Leaders make long term investments in building resources which are accessible, skills that are transferable, processes which are repeatable and consistent.  Re-inventing the wheel is not rewarded, because it is the enemy of agility.

  1. Collaboration over Cascading does not mean consensus

Those who try to lead by consensus can quickly see decision-making and execution grind to a halt.  Agile leaders are crafting a different change leadership style that could get the benefit from a more hyperconnected environment.

A few years ago Marc Benioff (CEO of Salesforce.com) showed how this could be done using social media.  Employees had already been using Chatter extensively and many of the people with critical connections to customer knowledge were adding the most value but were not even known to the leadership team.

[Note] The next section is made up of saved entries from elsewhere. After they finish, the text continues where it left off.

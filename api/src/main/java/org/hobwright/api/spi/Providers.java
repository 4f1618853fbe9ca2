package org.hobwright.api.spi;

import java.util.ArrayList;
import java.util.Iterator;
import java.util.List;
import java.util.Optional;
import java.util.ServiceConfigurationError;
import java.util.ServiceLoader;
import java.util.function.ToIntFunction;
import org.hobwright.api.ApiStatus;
import org.hobwright.api.check.Finding;
import org.hobwright.api.internal.Causes;
import org.hobwright.api.internal.Checks;
import org.hobwright.api.wizard.WizardFactory;

/**
 * Finds providers with {@link ServiceLoader}, defensively: a provider that fails to load, or was
 * built against an api this host cannot run ({@link ApiVersion#runs}), is skipped and reported as
 * a finding instead of breaking the lookup or failing later with a linkage error. A host that
 * needs nothing but the api uses this class, or the façade {@link org.hobwright.api.Hobwright}, to
 * reach Hobwright.
 *
 * <p>System property {@code hobwright.planner} may name the id of the planner to use when several
 * are present.
 */
@ApiStatus(since = "1.0")
public final class Providers {

    private Providers() {
    }

    /**
     * Providers of one kind and the problems met while loading them.
     *
     * @param providers the usable providers, in class-path order
     * @param problems  one warning for each provider that was skipped
     * @param <T>       the service type
     */
    @ApiStatus(since = "1.0")
    public record Loaded<T>(List<T> providers, List<Finding> problems) {
        /**
         * Checks the components: a value out of range throws {@link IllegalArgumentException} naming the field and
         * the value.
         *
         * @param providers the usable providers, in class-path order
         * @param problems one warning for each provider that was skipped
         */
        public Loaded {
            providers = List.copyOf(providers);
            problems = List.copyOf(problems);
        }
    }

    /**
     * Loads every provider of a service type that this api can run: one built against the same
     * major api version and no newer minor version than {@link ApiVersion#CURRENT}.
     *
     * @param type   the service interface
     * @param loader the class loader to search (a host passes its plugin loader)
     * @param <T>    the service type
     * @return the usable providers and the problems, never null
     */
    public static <T extends Provider> Loaded<T> load(Class<T> type, ClassLoader loader) {
        Checks.present("type", type);
        Checks.present("loader", loader);
        List<T> found = new ArrayList<>();
        List<Finding> problems = new ArrayList<>();
        String kind = type.getSimpleName();
        for (T provider : instances(type, loader, problems)) {
            String name = provider.getClass().getName();
            ApiVersion built;
            try {
                built = ApiVersion.parse(provider.apiVersion());
            } catch (RuntimeException | LinkageError e) {
                problems.add(broken(kind, name + " failed when asked for its api version: " + causes(e)));
                continue;
            }
            if (!ApiVersion.CURRENT.runs(built)) {
                problems.add(mismatch(kind, name + " " + buildOf(provider), built));
                continue;
            }
            found.add(provider);
        }
        return new Loaded<>(found, problems);
    }

    /**
     * Loads every provider of a service type, reading the SPI generation of the first api.
     *
     * @param type    the service interface
     * @param loader  the class loader to search
     * @param version how to read a provider's declared SPI generation
     * @param <T>     the service type
     * @return the usable providers and the problems, never null
     * @deprecated use {@link #load(Class, ClassLoader)}, which reads the providers' api versions
     */
    @Deprecated(since = "1.1")
    public static <T> Loaded<T> load(Class<T> type, ClassLoader loader, ToIntFunction<T> version) {
        Checks.present("type", type);
        Checks.present("loader", loader);
        Checks.present("version", version);
        List<T> found = new ArrayList<>();
        List<Finding> problems = new ArrayList<>();
        String kind = type.getSimpleName();
        for (T provider : instances(type, loader, problems)) {
            try {
                int declared = version.applyAsInt(provider);
                if (declared != Spi.VERSION) {
                    problems.add(SpiCode.SPI_VERSION_MISMATCH.at("spi." + kind, provider.getClass().getName()
                            + " was built for SPI version " + declared + ", this api is version " + Spi.VERSION
                            + "; it was skipped", "use a build of that provider for SPI version " + Spi.VERSION));
                    continue;
                }
            } catch (RuntimeException | LinkageError e) {
                problems.add(broken(kind, provider.getClass().getName() + " failed when asked for its SPI version: "
                        + causes(e)));
                continue;
            }
            found.add(provider);
        }
        return new Loaded<>(found, problems);
    }

    /**
     * Every usable {@link CycleWriter}.
     *
     * @param loader the class loader to search
     * @return the writers and the problems
     */
    public static Loaded<CycleWriter> writers(ClassLoader loader) {
        return load(CycleWriter.class, loader);
    }

    /**
     * Every usable {@link WizardFactory}.
     *
     * @param loader the class loader to search
     * @return the factories and the problems
     */
    @ApiStatus(since = "1.1")
    public static Loaded<WizardFactory> wizards(ClassLoader loader) {
        return load(WizardFactory.class, loader);
    }

    /**
     * The wizard factory to use: the first usable one.
     *
     * @param loader the class loader to search
     * @return the factory
     * @throws ProviderMissingException naming what was skipped and why when none is usable
     */
    @ApiStatus(since = "1.1")
    public static WizardFactory wizard(ClassLoader loader) {
        Loaded<WizardFactory> loaded = wizards(loader);
        return loaded.providers().stream().findFirst().orElseThrow(() -> missing("WizardFactory", "",
                "put hobwright-plugin.jar (or hobwright-wizard and its dependencies) on the class path", loaded));
    }

    /**
     * The host provider behind {@link org.hobwright.api.Hobwright}: the first usable one.
     *
     * @param loader the class loader to search
     * @return the provider
     * @throws ProviderMissingException naming what was skipped and why when none is usable
     */
    @ApiStatus(since = "1.1")
    public static HostProvider host(ClassLoader loader) {
        Loaded<HostProvider> loaded = load(HostProvider.class, loader);
        return loaded.providers().stream().findFirst().orElseThrow(() -> missing("HostProvider", "",
                "put hobwright-plugin.jar (or hobwright-wizard and its dependencies) on the class path", loaded));
    }

    /**
     * The planner to use: the one named by the system property {@code hobwright.planner}, else
     * the first found.
     *
     * @param loader the class loader to search
     * @return the planner
     * @throws ProviderMissingException naming the missing kind, and what was skipped and why, when none is usable
     */
    public static CyclePlanner planner(ClassLoader loader) {
        Loaded<CyclePlanner> loaded = load(CyclePlanner.class, loader);
        String wanted = System.getProperty("hobwright.planner");
        Optional<CyclePlanner> pick = loaded.providers().stream()
                .filter(p -> wanted == null || wanted.equals(p.id()))
                .findFirst();
        return pick.orElseThrow(() -> missing("CyclePlanner", wanted == null ? "" : " with id \"" + wanted + "\"",
                "put hobwright-plugin.jar (or hobwright-wizard and its dependencies) on the class path", loaded));
    }

    /**
     * The writer with the given id.
     *
     * @param loader the class loader to search
     * @param id     the writer's id
     * @return the writer
     * @throws ProviderMissingException naming the id, and what was skipped and why, when no usable writer has it
     */
    public static CycleWriter writer(ClassLoader loader, String id) {
        Loaded<CycleWriter> loaded = writers(loader);
        return loaded.providers().stream().filter(w -> w.id().equals(id)).findFirst()
                .orElseThrow(() -> missing("CycleWriter", " with id \"" + id + "\"",
                        "put hobwright-plugin.jar (or hobwright-post) on the class path", loaded));
    }

    /** Every provider of a type that can be instantiated; each one that cannot is a finding in {@code problems}. */
    private static <T> List<T> instances(Class<T> type, ClassLoader loader, List<Finding> problems) {
        List<T> out = new ArrayList<>();
        String kind = type.getSimpleName();
        Iterator<T> it = ServiceLoader.load(type, loader).iterator();
        while (true) {
            try {
                if (!it.hasNext()) {
                    return out;
                }
                out.add(it.next());
            } catch (ServiceConfigurationError | LinkageError e) {
                problems.add(broken(kind, "A " + kind + " provider could not be loaded: " + causes(e)));
            }
        }
    }

    private static ProviderMissingException missing(String kind, String which, String fix, Loaded<?> loaded) {
        StringBuilder sb = new StringBuilder("No usable " + kind + " provider" + which + " was found; " + fix);
        if (!loaded.problems().isEmpty()) {
            sb.append(" (skipped:");
            loaded.problems().forEach(p -> sb.append(' ').append(p.message()).append(';'));
            sb.append(')');
        }
        return new ProviderMissingException(sb.toString(), loaded.problems());
    }

    private static String buildOf(Provider p) {
        try {
            return "(build " + p.buildVersion() + ")";
        } catch (RuntimeException | LinkageError e) {
            return "(build unknown)";
        }
    }

    private static Finding broken(String kind, String message) {
        return SpiCode.SPI_PROVIDER_BROKEN.at("spi." + kind, message, "remove or rebuild the jar that declares it");
    }

    private static Finding mismatch(String kind, String provider, ApiVersion built) {
        ApiVersion host = ApiVersion.CURRENT;
        if (built.major() == host.major()) {
            return SpiCode.SPI_API_TOO_OLD.at("spi." + kind, provider + " was built against api "
                    + built + ", newer than this host's api " + host + "; it was skipped, because it may call"
                    + " what this api lacks", "give the host hobwright-api " + built + " or newer (same major"
                    + " version), or use a build of the provider for api " + host);
        }
        return SpiCode.SPI_API_MAJOR_MISMATCH.at("spi." + kind, provider + " was built against api "
                + built + ", this host's api is " + host + "; a different major version is not compatible, so it"
                + " was skipped", "use a build of the provider for api " + host.major() + ".x");
    }

    /** The message of a failure with every cause behind it, e.g. the class a missing dependency should have held. */
    static String causes(Throwable e) {
        return Causes.chain(e);
    }
}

Benioff was keen for leaders to craft a new leadership style that would loosen control but not lose control:

  • Leaders model collaboration themselves: valuing both learning and sharing goals (which encourage exploring opportunities to acquire knowledge from others), versus performance goals (which induce people to favor tasks that make them look good).
  • Attract and develop diverse talent: bring people together from different backgrounds, disciplines, cultures and generations; rather than attracting talented employees only to subject them to homogenizing processes that kill creativity.
  • Play the role of the connector: in his best-selling book The Tipping Point, Malcolm Gladwell used the term “connector” to describe individuals who have many ties to different social worlds. It is not the number of people they know that makes connectors significant.  It is their ability to link people, ideas, and resources that wouldn’t normally bump into one another.  Leaders are the critical facilitators of collaboration.
  • Balance strong and soft: maintaining agility by directing teams, forming and disbanding as opportunities come and go, AND coach and support their teams when people get weary and as implementation gets difficult. 
  1. Leadership over Management does not mean that developers get to do what they like

Instead, leaders should be delaying implementation through using small investments to fund small releases (MVPs) until the imperative for change is clearly understood and shared.

 

Being an agile company is more than just running a few projects with agile processes and practices.  Adopting agility is an organizational change.  Agility needs to be fostered and supported throughout the organization, and modeled by the top leaders.  An agile culture can be achieved when the C-suite embrace and driving agility throughout the organization, and model these behaviors.

And you are going to have to put in place a central change management tool to manage the entire process.